### YOUR TASK
The lines below starting at the line containing "holds one sample" and ending at the line containing "time typed in ns. */" are to be repeated exactly, with both ends kept and nothing else added.

Dataset entries:
——

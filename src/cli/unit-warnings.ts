// Numbers that are probably in the wrong unit: every file and flag is in Hz and seconds, and
// a duration of 200 (meant as ns) or a rabiMax of 10 (meant as MHz) is valid but surely not
// meant. Each warning names the field, the value read, and the value probably intended; the
// command still runs as told. The bounds are common practice for qubit drives (no lab drives
// a qubit below 1 kHz of Rabi frequency, samples an AWG below 1 kS/s, or holds one sample
// of a pulse for a second).
import type { Problem } from '../core/types.ts';
import { formatFrequency, formatTime } from './format.ts';

/** Below this a frequency in Hz is taken as typed in MHz (or GS/s for a sample rate). */
const LOWEST_PLAUSIBLE_HZ = 1e3;
/** Above this a sample time (s) is taken as typed in ns. */
const LONGEST_PLAUSIBLE_SAMPLE_S = 1e-3;

/** `12e6` style: the shortest exact text of a number in scientific notation when that is shorter. */
function plain(x: number): string {
  const exp = x.toExponential().replace('e+', 'e');
  const text = String(x);
  return exp.length < text.length ? exp : text;
}

/** A frequency field typed in MHz (or a sample rate in GS/s, `prefix` 1e9). */
export function frequencyWarning(field: string, hz: number, prefix = 1e6, unitWord = 'MHz'): string | null {
  if (!(hz > 0 && hz < LOWEST_PLAUSIBLE_HZ)) return null;
  const meant = hz * prefix;
  return `${field} ${plain(hz)} is ${formatFrequency(hz)}, probably not meant (values are in Hz): did you mean ${plain(hz)} ${unitWord}, ${field} ${plain(meant)}?`;
}

/** A sample time typed in ns. */
export function sampleTimeWarning(field: string, seconds: number): string | null {
  if (!(seconds > LONGEST_PLAUSIBLE_SAMPLE_S)) return null;
  return `${field} ${plain(seconds)} is ${formatTime(seconds)} per sample, probably not meant (times are in seconds): did you mean ${plain(seconds)} ns, ${field} ${plain(seconds / 1e9)}?`;
}

/** Warnings about a spec's duration and rabiMax. */
export function specUnitWarnings(problem: Problem): string[] {
  const warnings: string[] = [];
  if (problem.dt > LONGEST_PLAUSIBLE_SAMPLE_S) {
    const d = problem.duration;
    warnings.push(
      `duration ${plain(d)} is ${formatTime(d)} (${formatTime(problem.dt)} per segment), probably not meant (the spec is in seconds): ` +
        `did you mean ${plain(d)} ns, duration ${plain(d / 1e9)}?`,
    );
  }
  const rabi = frequencyWarning('rabiMax', problem.rabiMax);
  if (rabi) warnings.push(rabi);
  return warnings;
}
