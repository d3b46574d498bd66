// The shape of one `gatesmith` subcommand, so that main.ts can dispatch and list them.
import { parseArgs, requirePositionals } from './args.ts';
import type { ArgSpec, ParsedArgs } from './args.ts';

/** Where a command writes; tests pass collectors instead of the process streams. */
export interface CliIO {
  stdout: (text: string) => void;
  stderr: (text: string) => void;
  /** True when stderr is a terminal (progress bars are drawn only then). */
  isTTY: boolean;
  /**
   * Subscribes to the user's interrupt (Ctrl-C) and returns the unsubscribe function;
   * absent where there is none to catch. Tests pass one they can trigger.
   */
  onInterrupt?: (handler: () => void) => () => void;
  /** Asks the user a yes/no question; absent without a terminal to ask on (scripts, CI). */
  confirm?: (question: string) => Promise<boolean>;
}

/** One subcommand: its name, a one-line summary, its --help text and its body. */
export interface Command {
  name: string;
  summary: string;
  help: string;
  /** Returns the exit code: 0 ok, 1 bad input (message printed), 2 internal error. */
  run(argv: string[], io: CliIO): Promise<number>;
}

/** What `defineCommand` needs: the command's arguments, help, and a body given them parsed. */
export interface CommandDefinition {
  name: string;
  summary: string;
  args: ArgSpec;
  help: string;
  /** 'exact' (default): the positionals of `args`, checked; 'any': as given, for the body to check. */
  positionals?: 'exact' | 'any';
  /** Runs with the required positionals checked and --help already answered. */
  body(positionals: string[], flags: ParsedArgs['flags'], io: CliIO): Promise<number>;
}

/** A Command that answers --help and checks its positionals before running the body. */
export function defineCommand(def: CommandDefinition): Command {
  return {
    name: def.name,
    summary: def.summary,
    help: def.help,
    async run(argv, io) {
      const parsed = parseArgs(argv, def.args);
      if (parsed.help) {
        io.stdout(def.help);
        return 0;
      }
      const positionals = def.positionals === 'any' ? parsed.positionals : requirePositionals(parsed, def.args);
      return def.body(positionals, parsed.flags, io);
    },
  };
}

——

### TASK ANSWER
// a qubit below 1 kHz of Rabi frequency, samples an AWG below 1 kS/s, or holds one sample
// of a pulse for a second).
import type { Problem } from '../core/types.ts';
import { formatFrequency, formatTime } from './format.ts';

/** Below this a frequency in Hz is taken as typed in MHz (or GS/s for a sample rate). */
const LOWEST_PLAUSIBLE_HZ = 1e3;
/** Above this a sample time (s) is taken as typed in ns. */
const LONGEST_PLAUSIBLE_SAMPLE_S = 1e-3;

/** `12e6` style: the shortest exact text of a number in scientific notation when that is shorter. */
function plain(x: number): string {
  const exp = x.toExponential().replace('e+', 'e');
  const text = String(x);
  return exp.length < text.length ? exp : text;
}

/** A frequency field typed in MHz (or a sample rate in GS/s, `prefix` 1e9). */
export function frequencyWarning(field: string, hz: number, prefix = 1e6, unitWord = 'MHz'): string | null {
  if (!(hz > 0 && hz < LOWEST_PLAUSIBLE_HZ)) return null;
  const meant = hz * prefix;
  return `${field} ${plain(hz)} is ${formatFrequency(hz)}, probably not meant (values are in Hz): did you mean ${plain(hz)} ${unitWord}, ${field} ${plain(meant)}?`;
}

/** A sample time typed in ns. */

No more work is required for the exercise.